# Bow Fishing near Dickinson?



## GulfCoast1102 (Dec 30, 2013)

I live in Dickinson and my cousin is coming in for the weekend. He is wanting to bow fish, and i have no idea where the closest reliable place would be to go stick some fish. He's bringing an 18' gator traxx with a mudbuddy motor, so we can run through shallows/muck if need be. He doesn't have any lights rigged up though.

Where would be the closest place to bowfish from Dickinson? Salt water preferred. Fresh water would be ok too.


----------



## 3CK (Oct 5, 2010)

No lights, so you are day shooting then?

Going to be tough to see salt water species during the day. 
Rays and maybe sheep heads / drum. 
Try the water in shallow sandy bottoms in the bay to try and spot those. Clear water is going to be key.

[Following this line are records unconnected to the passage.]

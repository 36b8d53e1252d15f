import { toRange, type Range, type Spread } from "@/lib/core/units/spread";

/** Usual tolerances of parts stated as one number. Source: electrics §3; IEC 60063 practice. */
const RESISTOR = 0.05;
const FILM = 0.1;
const ELECTROLYTIC = 0.2;
/** From here up a capacitor is taken to be an electrolytic. Common practice, no source. */
const ELECTROLYTIC_F = 1e-6;

const PART = /^(divider|coupling|threshold|output|envelope)\./;

/** The range a part can have: its stated spread, or the usual tolerance around one number. Other figures keep their own. */
export function partRange(spread: Spread, path: string): Range {
  if (typeof spread !== "number" || !PART.test(path)) return toRange(spread);
  const tol = path.endsWith("farad") ? (spread >= ELECTROLYTIC_F ? ELECTROLYTIC : FILM) : RESISTOR;
  return toRange({ nominal: spread, tol });
}
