import type { Circuit } from "./conditioner-types";
import { diodeCurrent } from "./devices";
import { strikeConductance } from "./strike-conductance";

/** A moment at which the comparator changes its mind. */
export interface Flip {
  timeS: number;
  high: boolean;
}

export interface ShapedSignal {
  padRestV: number;
  /** Extreme reached: the highest pad level for a pad in the upper leg, the lowest for one in the lower. */
  padHitV: number;
  peakV: number;
  leastV: number;
  restsHigh: boolean;
  flips: Flip[];
  endS: number;
  timeS: number[];
  padV: number[];
  shapedV: number[];
}

/** Conductance from 0 V: the diode conducts once the shaped level is this far below it. */
const DIODE_ASLEEP_V = -0.15;
/** Error of a step on the capacitor: fine for an answer, coarse for one of many samples. */
const FINE_V = 2e-7;
export const COARSE_V = 5e-5;
const MOST_STEPS = 200_000;

/** Divider, coupling capacitor and clamp, from the settled rest through the strike until it has died away. */
export function solveShaper(circuit: Circuit, toleranceV: number = FINE_V): ShapedSignal {
  const { couplingF, couplingOhm, highV, dividerOhm, leg, tripV, releaseV } = circuit;
  const { times, siemens } = strikeConductance(circuit);
  const fixed = 1 / dividerOhm;
  let segment = 0;

  function padSource(timeS: number): { volt: number; ohm: number } {
    while (segment + 2 < times.length && timeS > (times[segment + 1] as number)) segment += 1;
    while (segment > 0 && timeS < (times[segment] as number)) segment -= 1;
    const [t0, t1] = [times[segment] as number, times[segment + 1] ?? (times[segment] as number)];
    const [g0, g1] = [siemens[segment] as number, siemens[segment + 1] ?? (siemens[segment] as number)];
    const share = t1 > t0 ? Math.min(1, Math.max(0, (timeS - t0) / (t1 - t0))) : timeS > t0 ? 1 : 0;
    const g = g0 + (g1 - g0) * share;
    return { volt: (highV * (leg === "upper" ? g : fixed)) / (g + fixed), ohm: 1 / (g + fixed) };
  }

  /** Shaped level for the capacitor's voltage; the pad's divider, the capacitor and the clamp solved together. */
  function shapedAt(source: { volt: number; ohm: number }, capacitorV: number): number {
    const open = ((source.volt - capacitorV) * couplingOhm) / (source.ohm + couplingOhm);
    if (open > DIODE_ASLEEP_V) return open;
    const gain = 1 / source.ohm + 1 / couplingOhm;
    let low = open;
    let high = 0;
    let level = Math.max(open, -0.6);
    for (let i = 0; i < 60; i += 1) {
      const excess = (source.volt - capacitorV) / source.ohm - level * gain + diodeCurrent(-level, 0);
      if (excess > 0) low = level;
      else high = level;
      const slope = -gain - (diodeCurrent(-level + 1e-6, 0) - diodeCurrent(-level, 0)) / 1e-6;
      let next = level - excess / slope;
      if (!(next > low && next < high)) next = (low + high) / 2;
      if (Math.abs(next - level) < 1e-12) break;
      level = next;
    }
    return level;
  }

  const slope = (timeS: number, capacitorV: number): number => {
    const source = padSource(timeS);
    return (source.volt - capacitorV - shapedAt(source, capacitorV)) / source.ohm / couplingF;
  };

  const startS = times[0] as number;
  const strikeEndS = times.at(-1) as number;
  const settled = padSource(startS);
  let capacitorV = settled.volt;
  const last = padSource(strikeEndS);
  const tailS = 14 * (last.ohm + couplingOhm) * couplingF;
  const endS = strikeEndS + tailS;
  const result: ShapedSignal = {
    padRestV: settled.volt, padHitV: settled.volt, peakV: 0, leastV: 0, restsHigh: tripV <= 0, flips: [], endS, timeS: [startS], padV: [settled.volt], shapedV: [0],
  };
  let isHigh = result.restsHigh;

  function look(timeS: number, volt: number): { padV: number; shapedV: number } {
    const source = padSource(timeS);
    const shapedV = shapedAt(source, volt);
    const padV = volt + shapedV;
    if (leg === "upper" ? padV > result.padHitV : padV < result.padHitV) result.padHitV = padV;
    result.peakV = Math.max(result.peakV, shapedV);
    result.leastV = Math.min(result.leastV, shapedV);
    return { padV, shapedV };
  }

  const corners = [...times.slice(1), endS];
  let timeS = startS;
  let steps = 0;
  for (const cornerS of corners) {
    const length = cornerS - timeS;
    if (!(length > 0)) continue;
    let step = length / 8;
    while (timeS < cornerS - length * 1e-12 && steps < MOST_STEPS) {
      steps += 1;
      step = Math.min(step, cornerS - timeS);
      const { next, error, k1, k7 } = dormandPrince(slope, timeS, capacitorV, step);
      const scale = error / (toleranceV * (1 + Math.abs(capacitorV)));
      if (scale > 1 && step > length * 1e-9) {
        step *= Math.max(0.2, 0.9 * scale ** -0.2);
        continue;
      }
      const from = { timeS, volt: capacitorV, rate: k1 };
      const to = { timeS: timeS + step, volt: next, rate: k7 };
      findFlips(from, to);
      timeS += step;
      capacitorV = next;
      const seen = look(timeS, capacitorV);
      result.timeS.push(timeS);
      result.padV.push(seen.padV);
      result.shapedV.push(seen.shapedV);
      step *= Math.min(4, Math.max(0.3, 0.9 * Math.max(scale, 1e-6) ** -0.2));
    }
    timeS = cornerS;
  }
  return result;

  interface Knot { timeS: number; volt: number; rate: number }

  /** Looks inside one accepted step, on its cubic, for crossings of the comparator's levels. */
  function findFlips(from: Knot, to: Knot): void {
    const at = (share: number) => {
      const t = from.timeS + (to.timeS - from.timeS) * share;
      return { t, level: look(t, hermite(from, to, share)).shapedV };
    };
    const PARTS = 4;
    let before = 0;
    for (let part = 1; part <= PARTS; part += 1) {
      const share = part / PARTS;
      const level = at(share).level;
      const wanted = isHigh ? level < releaseV : level > tripV;
      if (wanted) {
        let [low, high] = [before, share];
        for (let i = 0; i < 40; i += 1) {
          const middle = (low + high) / 2;
          const crossed = isHigh ? at(middle).level < releaseV : at(middle).level > tripV;
          if (crossed) high = middle;
          else low = middle;
        }
        isHigh = !isHigh;
        result.flips.push({ timeS: from.timeS + (to.timeS - from.timeS) * high, high: isHigh });
      }
      before = share;
    }
  }
}

function hermite(from: { timeS: number; volt: number; rate: number }, to: typeof from, share: number): number {
  const length = to.timeS - from.timeS;
  const [s, r] = [share, 1 - share];
  return r * r * (1 + 2 * s) * from.volt + s * s * (1 + 2 * r) * to.volt + s * r * (r * from.rate - s * to.rate) * length;
}

/** One Dormand–Prince 5(4) step. Source: J. Dormand and P. Prince, J. Comp. Appl. Math. 6 (1980), coefficients from memory. */
function dormandPrince(f: (t: number, y: number) => number, t: number, y: number, h: number) {
  const k1 = f(t, y);
  const k2 = f(t + h / 5, y + h * (k1 / 5));
  const k3 = f(t + (3 * h) / 10, y + h * ((3 / 40) * k1 + (9 / 40) * k2));
  const k4 = f(t + (4 * h) / 5, y + h * ((44 / 45) * k1 - (56 / 15) * k2 + (32 / 9) * k3));
  const k5 = f(t + (8 * h) / 9, y + h * ((19372 / 6561) * k1 - (25360 / 2187) * k2 + (64448 / 6561) * k3 - (212 / 729) * k4));
  const k6 = f(t + h, y + h * ((9017 / 3168) * k1 - (355 / 33) * k2 + (46732 / 5247) * k3 + (49 / 176) * k4 - (5103 / 18656) * k5));
  const next = y + h * ((35 / 384) * k1 + (500 / 1113) * k3 + (125 / 192) * k4 - (2187 / 6784) * k5 + (11 / 84) * k6);
  const k7 = f(t + h, next);
  const error = Math.abs(h * ((71 / 57600) * k1 - (71 / 16695) * k3 + (71 / 1920) * k4 - (17253 / 339200) * k5 + (22 / 525) * k6 - (1 / 40) * k7));
  return { next, error, k1, k7 };
}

Fresh water is easier to day shoot. Gar tend to hang at the top of the water column to gulp air from time to time. 
And you might find some carp too, but be prepared to wake shoot.


----------



## GulfCoast1102 (Dec 30, 2013)

3CK said:


> No lights, so you are day shooting then?
> 
> Going to be tough to see salt water species during the day.
> Rays and maybe sheep heads / drum.
> ...


I understand that much. But where? Where can we go locally to do some bow fishing?

Is Coleto Creek off of 59 any good? Seen it from the road many times, but never been down there.


----------



## 3CK (Oct 5, 2010)

If you are in Dickinson... I would try Dickinson Bayou. Closest freshwater i can think of.


----------